AccessWorld provides extensive and continuing coverage of cell phones and we encourage you to search our site for reviews. Designed with seniors in mind, the Samsung Haven, the Jitterbug, and Snapfon include features for both hearing and vision loss.


We frequently field calls from seniors who have recently lost their vision and feel they must now give up all the activities they enjoy and lead a boring, grim life. This is absolutely not the case.

A sighted and visually impaired cyclist ride a tandem bike.

Caption: Tandem biking is enjoyed by many people with vision loss.

Adaptive Products for Crafts

Many of the crafts you enjoy as hobbies are possible to do with vision impairment, it just takes a combination of practice and the use of some adaptive products.

Horizons for the Blind sells a huge selection of craft books in alternate formats. Origami, plastic canvas, latch hook, knitting, and crocheting, are just a few of the crafts for which they offer large print or braille versions of commonly used patterns. The books also include instructions on making various items, such as potholders, refrigerator magnets, afghans, clothing, stuffed animals, and dolls.
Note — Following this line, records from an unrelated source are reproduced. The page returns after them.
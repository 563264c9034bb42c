//! PNG maps of per-cell diagnostics (`tinct check`): a categorical map with a legend and a
//! continuous map with a colour bar, both north up with the grid's aspect and the same page
//! geometry as the concentration frames ([`frame_layout`]).
//!
//! - [`write_category_png`]: one colour per class (e.g. the regime map), land in [`LAND_RGB`],
//!   a legend of swatches under the map.
//! - [`write_scalar_png`]: a value per cell on one of the project's ramps, linear or
//!   logarithmic, with decade (log) or rounded (linear) ticks; values outside the range take
//!   the end colours, infinite values the top colour, NaN the [`NAN_RGB`](super::colour::NAN_RGB) flag.
//!
//! With an [`Extent`] both draw axes in metres, a scale bar and a north arrow
//! ([`decor`](super::decor)); a scalar map also draws source and receptor [`Marker`]s.
//!
//! Like the rest of `output`, this depends on no other tinct module: callers pass plain slices.

use std::path::Path;

use image::RgbImage;

use super::colour::{normalise, ColourScale, Ramp, RampLut, LAND_RGB};
use super::decor::{draw_decor, draw_markers, Extent, Marker};
use super::draw::{outline_ink as outline, put, INK};
use super::frame::{frame_layout, FrameLayout};
use super::text::{draw_text, text_width};
use super::{write_atomic, OutputError};

const BACKGROUND: [u8; 3] = [255, 255, 255];
const TITLE_PX: f32 = 20.0;
const LABEL_PX: f32 = 15.0;
const BAR_INSET: u32 = 40;
const BAR_GAP: u32 = 18;
const BAR_H: u32 = 18;
const SWATCH: u32 = 16;

/// One class of a categorical map.
#[derive(Debug, Clone, Copy, PartialEq)]
pub struct Category<'a> {
    /// Legend text.
    pub label: &'a str,
    /// Fill colour.
    pub rgb: [u8; 3],
}

/// A categorical map: `codes[k]` indexes `categories` (an out-of-range code is drawn in
/// [`LAND_RGB`]).
#[derive(Debug, Clone, Copy)]
pub struct CategoryMap<'a> {
    /// Cells along x (west to east).
    pub nx: usize,
    /// Cells along y (south to north).
    pub ny: usize,
    /// `nx * ny` class indices, row-major, row 0 south.
    pub codes: &'a [u8],
    /// The classes, in legend order.
    pub categories: &'a [Category<'a>],
    /// Title above the map.
    pub title: &'a str,
    /// Outer cell edges in metres; `Some` draws axes, scale bar and north arrow.
    pub extent: Option<Extent>,
}

/// A continuous map of one value per cell.
#[derive(Debug, Clone, Copy)]
pub struct ScalarMap<'a> {
    /// Cells along x (west to east).
    pub nx: usize,
    /// Cells along y (south to north).
    pub ny: usize,
    /// `nx * ny` values, row-major, row 0 south.
    pub values: &'a [f64],
    /// `nx * ny` wet flags (false: land, drawn in [`LAND_RGB`]); `None`: all water.
    pub wet: Option<&'a [bool]>,
    /// Colour-bar range (for a log scale `lo` must be positive).
    pub range: (f64, f64),
    /// Linear or logarithmic.
    pub scale: ColourScale,
    /// Which ramp.
    pub ramp: Ramp,
    /// Caption under the colour bar (quantity and meaning of the colours).
    pub caption: &'a str,
    /// Title above the map.
    pub title: &'a str,
    /// Outer cell edges in metres; `Some` draws axes, scale bar and north arrow.
    pub extent: Option<Extent>,
    /// Sources and receptors drawn on the map (only with an extent; points outside it are
    /// skipped).
    pub markers: &'a [Marker],
}

/// Pixel -> cell index along one axis (nearest cell centre).
fn index_map(cells: usize, pixels: u32) -> Vec<usize> {
    let pixels = pixels as usize;
    (0..pixels)
        .map(|p| (((2 * p + 1) * cells) / (2 * pixels)).min(cells - 1))
        .collect()
}

fn check_len(nx: usize, ny: usize, lens: &[usize]) -> Result<(), String> {
    if nx == 0 || ny == 0 {
        return Err(format!("empty grid {nx}x{ny}"));
    }
    let n = nx.checked_mul(ny).ok_or("grid too large")?;
    match lens.iter().find(|&&l| l != n) {
        Some(l) => Err(format!("a per-cell slice has {l} entries, expected nx*ny = {n}")),
        None => Ok(()),
    }
}

/// Paints the map area, north up, with `colour(k)` for cell index `k`.
fn paint(img: &mut RgbImage, l: &FrameLayout, nx: usize, ny: usize, colour: impl Fn(usize) -> [u8; 3]) {
    let cols = index_map(nx, l.map_w);
    let rows = index_map(ny, l.map_h);
    for (py, &r) in rows.iter().enumerate() {
        let j = ny - 1 - r;
        for (px, &i) in cols.iter().enumerate() {
            let rgb = colour(j * nx + i);
            img.put_pixel(l.map_x + px as u32, l.map_y + py as u32, image::Rgb(rgb));
        }
    }
    outline(img, l.map_x as i64 - 1, l.map_y as i64 - 1, l.map_w + 2, l.map_h + 2);
}

fn title(img: &mut RgbImage, text: &str) {
    let w = text_width(text, TITLE_PX);
    let x = ((img.width() as f32 - w) / 2.0).max(8.0);
    draw_text(img, text, x, 12.0, TITLE_PX, INK);
}

/// Renders a categorical map with its legend.
pub fn render_categories(map: &CategoryMap) -> Result<RgbImage, String> {
    check_len(map.nx, map.ny, &[map.codes.len()])?;
    let l = frame_layout(map.nx, map.ny);
    let mut img = RgbImage::from_pixel(l.width, l.height, image::Rgb(BACKGROUND));
    paint(&mut img, &l, map.nx, map.ny, |k| {
        map.categories.get(map.codes[k] as usize).map_or(LAND_RGB, |c| c.rgb)
    });
    if let Some(e) = map.extent {
        draw_decor(&mut img, &l, &e);
    }
    // Legend: swatches in rows under the map.
    let (mut x, mut y) = (BAR_INSET, l.strip_y + BAR_GAP);
    for c in map.categories {
        let w = SWATCH + 6 + text_width(c.label, LABEL_PX).ceil() as u32 + 24;
        if x + w > l.width - BAR_INSET / 2 && x > BAR_INSET {
            x = BAR_INSET;
            y += SWATCH + 14;
        }
        for dy in 0..SWATCH {
            for dx in 0..SWATCH {
                put(&mut img, i64::from(x + dx), i64::from(y + dy), c.rgb);
            }
        }
        outline(&mut img, i64::from(x), i64::from(y), SWATCH, SWATCH);
        draw_text(
            &mut img,
            c.label,
            (x + SWATCH + 6) as f32,
            y as f32 - 1.0,
            LABEL_PX,
            INK,
        );
        x += w;
    }
    title(&mut img, map.title);
    Ok(img)
}

/// Tick values for the colour bar: decades on a log scale, 1-2-5 steps on a linear one.
fn ticks(lo: f64, hi: f64, scale: ColourScale) -> Vec<f64> {
    if !(lo.is_finite() && hi.is_finite() && hi > lo) {
        return Vec::new();
    }
    if scale == ColourScale::Log && lo > 0.0 {
        let (e0, e1) = ((lo.log10() - 1e-9).ceil() as i32, (hi.log10() + 1e-9).floor() as i32);
        let every = ((e1 - e0) / 6 + 1).max(1) as usize;
        return (e0..=e1).step_by(every).map(|e| 10f64.powi(e)).collect();
    }
    let raw = (hi - lo) / 5.0;
    let mag = 10f64.powf(raw.log10().floor());
    let step = [1.0, 2.0, 5.0, 10.0]
        .iter()
        .map(|m| m * mag)
        .find(|&s| s >= raw)
        .unwrap_or(10.0 * mag);
    let (a, b) = ((lo / step - 1e-9).ceil(), (hi / step + 1e-9).floor());
    // A span too narrow for a normal step (zero, subnormal) or too wide to divide (overflow):
    // ticks at the two ends instead of an unbounded count.
    if !(step.is_normal() && a.is_finite() && b.is_finite() && b - a < 12.0) {
        return vec![lo, hi];
    }
    (a as i64..=b as i64).map(|k| k as f64 * step).collect()
}

fn tick_label(v: f64) -> String {
    if v == 0.0 {
        "0".into()
    } else if (1e-3..1e5).contains(&v.abs()) {
        let s = format!("{v:.3}");
        s.trim_end_matches('0').trim_end_matches('.').to_string()
    } else {
        format!("{v:.0e}")
    }
}

/// Renders a continuous map with its colour bar, ticks and caption.
pub fn render_scalar(map: &ScalarMap) -> Result<RgbImage, String> {
    let mut lens = vec![map.values.len()];
    if let Some(w) = map.wet {
        lens.push(w.len());
    }
    check_len(map.nx, map.ny, &lens)?;
    let (lo, hi) = map.range;
    let l = frame_layout(map.nx, map.ny);
    let lut = RampLut::new(map.ramp);
    let mut img = RgbImage::from_pixel(l.width, l.height, image::Rgb(BACKGROUND));
    paint(&mut img, &l, map.nx, map.ny, |k| {
        if map.wet.is_some_and(|w| !w[k]) {
            LAND_RGB
        } else {
            lut.get(normalise(map.values[k], lo, hi, map.scale))
        }
    });
    if let Some(e) = map.extent {
        draw_decor(&mut img, &l, &e);
        draw_markers(&mut img, &l, &e, map.markers);
    }
    let bar_y = l.strip_y + BAR_GAP;
    let bar_w = l.width.saturating_sub(2 * BAR_INSET).max(2);
    let denom = f64::from(bar_w - 1);
    for bx in 0..bar_w {
        let rgb = lut.get(f64::from(bx) / denom);
        for by in 0..BAR_H {
            put(&mut img, i64::from(BAR_INSET + bx), i64::from(bar_y + by), rgb);
        }
    }
    outline(
        &mut img,
        i64::from(BAR_INSET) - 1,
        i64::from(bar_y) - 1,
        bar_w + 2,
        BAR_H + 2,
    );
    for v in ticks(lo, hi, map.scale) {
        let t = normalise(v, lo, hi, map.scale);
        if t.is_nan() {
            continue;
        }
        let x = BAR_INSET + (t * denom).round() as u32;
        for y in bar_y + BAR_H..bar_y + BAR_H + 5 {
            put(&mut img, i64::from(x), i64::from(y), INK);
        }
        let label = tick_label(v);
        let w = text_width(&label, LABEL_PX - 1.0);
        let lx = (x as f32 - w / 2.0).clamp(2.0, (l.width as f32 - w - 2.0).max(2.0));
        draw_text(&mut img, &label, lx, (bar_y + BAR_H + 6) as f32, LABEL_PX - 1.0, INK);
    }
    draw_text(
        &mut img,
        map.caption,
        BAR_INSET as f32,
        (bar_y + BAR_H + 34) as f32,
        LABEL_PX,
        INK,
    );
    title(&mut img, map.title);
    Ok(img)
}

/// Encodes `img` as a PNG (fast compression) and writes it atomically at `path`.
pub(crate) fn save(path: &Path, img: &RgbImage) -> Result<(), OutputError> {
    use image::codecs::png::{CompressionType, FilterType, PngEncoder};
    use image::ImageEncoder;
    let mut bytes = Vec::new();
    PngEncoder::new_with_quality(&mut bytes, CompressionType::Fast, FilterType::Adaptive)
        .write_image(img.as_raw(), img.width(), img.height(), image::ExtendedColorType::Rgb8)
        .map_err(|source| OutputError::Png {
            path: path.to_path_buf(),
            source,
        })?;
    write_atomic(path, &bytes)
}

/// Renders `map` and writes it atomically as a PNG at `path`.
pub fn write_category_png(path: &Path, map: &CategoryMap) -> Result<(), OutputError> {
    let img = render_categories(map).map_err(|m| OutputError::invalid(path, m))?;
    save(path, &img)
}

/// Renders `map` and writes it atomically as a PNG at `path`.
pub fn write_scalar_png(path: &Path, map: &ScalarMap) -> Result<(), OutputError> {
    let img = render_scalar(map).map_err(|m| OutputError::invalid(path, m))?;
    save(path, &img)
}

#[cfg(test)]
mod tests {
    use super::*;
    use crate::output::colour::ramp_rgb;

    #[test]
    fn categories_are_north_up_with_land_grey() {
        let cats = [
            Category {
                label: "a",
                rgb: [200, 0, 0],
            },
            Category {
                label: "b",
                rgb: [0, 0, 200],
            },
        ];
        // 2 x 2: south row class 0, north row class 1, one out-of-range code (land).
        let codes = [0, 0, 1, 9];
        let m = CategoryMap {
            nx: 2,
            ny: 2,
            codes: &codes,
            categories: &cats,
            title: "t",
            extent: None,
        };
        let img = render_categories(&m).unwrap();
        let l = frame_layout(2, 2);
        let at = |fx: f64, fy: f64| {
            img.get_pixel(
                l.map_x + (fx * f64::from(l.map_w)) as u32,
                l.map_y + (fy * f64::from(l.map_h)) as u32,
            )
            .0
        };
        assert_eq!(at(0.25, 0.75), [200, 0, 0]); // south-west
        assert_eq!(at(0.25, 0.25), [0, 0, 200]); // north-west
        assert_eq!(at(0.75, 0.25), LAND_RGB); // north-east, code 9
        assert!(render_categories(&CategoryMap { codes: &[0], ..m }).is_err());
    }

    #[test]
    fn scalar_log_scale_puts_decades_at_their_place() {
        let values = [0.01, 1.0, 100.0, f64::INFINITY];
        let wet = [true, true, true, false];
        let m = ScalarMap {
            nx: 4,
            ny: 1,
            values: &values,
            wet: Some(&wet),
            range: (0.01, 100.0),
            scale: ColourScale::Log,
            ramp: Ramp::Diverging,
            caption: "x",
            title: "t",
            extent: None,
            markers: &[],
        };
        let img = render_scalar(&m).unwrap();
        let l = frame_layout(4, 1);
        let at = |i: u32| {
            img.get_pixel(l.map_x + i * l.map_w / 4 + l.map_w / 8, l.map_y + l.map_h / 2)
                .0
        };
        assert_eq!(at(0), ramp_rgb(Ramp::Diverging, 0.0));
        let mid = at(1);
        let centre = ramp_rgb(Ramp::Diverging, 0.5);
        assert!(mid.iter().zip(centre).all(|(a, b)| a.abs_diff(b) <= 2), "{mid:?}");
        assert_eq!(at(3), LAND_RGB);
        assert_eq!(ticks(0.01, 100.0, ColourScale::Log), vec![0.01, 0.1, 1.0, 10.0, 100.0]);
        let lin = ticks(0.0, 1.0, ColourScale::Linear);
        assert_eq!(lin.len(), 6);
        assert!(
            lin.iter().enumerate().all(|(k, &t)| (t - 0.2 * k as f64).abs() < 1e-12),
            "{lin:?}"
        );
    }
}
Adaptations for sewing are also available, including needle threaders and pre-threaded needles. For measuring thread, cloth, and other items, a large print or talking tape measure can be just the right solution.

Games and Word Puzzles

When it comes to card games and board games, the old favorites—and some newer ones as well—have been adapted for the visually impaired. There is no reason why you can't continue to spend Friday nights participating in your poker tournament, or beating your grandson at checkers. The many card games sold in large print and braille editions include UNO, standard playing cards, and Phase 10. Board games are adapted in a variety of ways. Tic-tac-toe, checkers, Chinese checkers, and chess use tactile and high contrast versions of the standard playing pieces. For games such as Monopoly and Scrabble, large print and braille replace the standard print found on the gameboard and game pieces. There are also large print and tactile versions of dice and dominos on the market.

Large print versions of word searches and crossword puzzles can be found very easily, by visiting a local bookstore or vendor of adaptive products.

Adaptive Technologies for the TV

There is no reason to miss the next season of American Idol, your favorite soap opera, or the evening news just because you are experiencing vision loss. Some find that just replacing their old TV with a flat screen version allows for a clearer picture. You can also try a TV screen magnifier, which will provide around 2x magnification.

You may also want to adapt your TV's remote control. Most TV remotes today have rows and rows of tiny buttons that are not distinguishable by touch—this can be a major source of frustration when just trying to turn on the TV, change channels, or adjust the volume.

The Tek-pal universal remote has only 6 buttons, each over three-quarters of an inch in diameter, and is one of the easiest remotes to use. There is no setup—just install the batteries, and it will work with most any television. The On button is a circle, the Off button is a square, Channel Up and Down buttons are opposite-pointing arrows, as are the Volume Up and Down buttons on the other side.

Some adaptive remotes have the standard variety of buttons on a much larger keypad. Some of these models are also illuminated for easier use while watching TV with the lights off. There are also voice-activated remotes that may work well if you've lost some of your sense of touch.

The access items discussed in this article will hopefully help you regain some independence and help you increase your activity. Losing vision in no way has to mean losing out on life. Simple adaptations, an open mind, and a positive attitude can make all the difference.